Stored data entries:
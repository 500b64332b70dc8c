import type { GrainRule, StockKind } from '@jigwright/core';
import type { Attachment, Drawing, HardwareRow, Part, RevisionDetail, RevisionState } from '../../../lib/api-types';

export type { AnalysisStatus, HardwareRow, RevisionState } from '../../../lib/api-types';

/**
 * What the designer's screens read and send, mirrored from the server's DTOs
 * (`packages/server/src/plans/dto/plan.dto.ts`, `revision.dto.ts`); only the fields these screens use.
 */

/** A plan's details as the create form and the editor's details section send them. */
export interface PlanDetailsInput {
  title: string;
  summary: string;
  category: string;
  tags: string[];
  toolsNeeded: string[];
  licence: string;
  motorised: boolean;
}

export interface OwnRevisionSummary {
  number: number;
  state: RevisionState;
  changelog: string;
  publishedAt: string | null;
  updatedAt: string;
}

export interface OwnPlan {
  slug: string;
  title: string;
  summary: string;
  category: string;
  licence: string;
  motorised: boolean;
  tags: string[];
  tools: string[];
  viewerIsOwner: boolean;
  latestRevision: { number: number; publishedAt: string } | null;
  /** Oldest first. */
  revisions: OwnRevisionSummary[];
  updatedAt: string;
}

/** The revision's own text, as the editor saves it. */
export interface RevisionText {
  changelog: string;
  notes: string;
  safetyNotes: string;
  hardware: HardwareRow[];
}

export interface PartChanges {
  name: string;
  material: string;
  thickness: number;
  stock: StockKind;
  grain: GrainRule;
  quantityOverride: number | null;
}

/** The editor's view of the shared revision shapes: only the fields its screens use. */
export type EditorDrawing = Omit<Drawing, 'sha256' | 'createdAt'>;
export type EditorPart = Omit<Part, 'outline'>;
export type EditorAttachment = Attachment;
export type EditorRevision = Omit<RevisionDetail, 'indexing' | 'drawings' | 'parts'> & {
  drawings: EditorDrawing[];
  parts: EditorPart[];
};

...

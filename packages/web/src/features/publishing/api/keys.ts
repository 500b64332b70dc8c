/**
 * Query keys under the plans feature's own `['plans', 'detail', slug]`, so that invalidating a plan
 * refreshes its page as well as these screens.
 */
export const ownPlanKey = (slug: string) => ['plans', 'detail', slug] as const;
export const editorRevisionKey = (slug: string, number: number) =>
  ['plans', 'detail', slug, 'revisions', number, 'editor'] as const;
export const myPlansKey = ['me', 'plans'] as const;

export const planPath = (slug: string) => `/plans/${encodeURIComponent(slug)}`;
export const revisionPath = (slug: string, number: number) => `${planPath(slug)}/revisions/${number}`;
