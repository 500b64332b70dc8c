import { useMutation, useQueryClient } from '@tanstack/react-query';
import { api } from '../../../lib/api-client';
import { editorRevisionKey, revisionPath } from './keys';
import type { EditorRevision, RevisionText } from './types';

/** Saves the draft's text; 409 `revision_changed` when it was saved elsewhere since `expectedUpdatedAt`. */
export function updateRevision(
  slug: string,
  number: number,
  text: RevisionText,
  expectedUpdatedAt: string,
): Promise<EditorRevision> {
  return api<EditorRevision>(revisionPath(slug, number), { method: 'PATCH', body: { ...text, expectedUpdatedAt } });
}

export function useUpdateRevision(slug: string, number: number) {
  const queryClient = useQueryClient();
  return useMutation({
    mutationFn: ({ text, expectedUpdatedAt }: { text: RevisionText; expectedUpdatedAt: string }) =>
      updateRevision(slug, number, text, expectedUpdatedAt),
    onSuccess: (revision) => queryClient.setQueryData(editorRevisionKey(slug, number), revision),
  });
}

THE TASK: From the entries above, print the lines beginning at the one with "export const ownPlanKey" and stopping after the one with "Saves the draft's", exactly as written and with nothing else.

ANSWER SPACE:
export const ownPlanKey = (slug: string) => ['plans', 'detail', slug] as const;
export const editorRevisionKey = (slug: string, number: number) =>
  ['plans', 'detail', slug, 'revisions', number, 'editor'] as const;
export const myPlansKey = ['me', 'plans'] as const;

export const planPath = (slug: string) => `/plans/${encodeURIComponent(slug)}`;
export const revisionPath = (slug: string, number: number) => `${planPath(slug)}/revisions/${number}`;
repository 500b64332b70dc8c
import { useMutation, useQueryClient } from '@tanstack/react-query';
import { api } from '../../../lib/api-client';
import { editorRevisionKey, revisionPath } from './keys';
import type { EditorRevision, RevisionText } from './types';

/** Saves the draft's text; 409 `revision_changed` when it was saved elsewhere since `expectedUpdatedAt`. */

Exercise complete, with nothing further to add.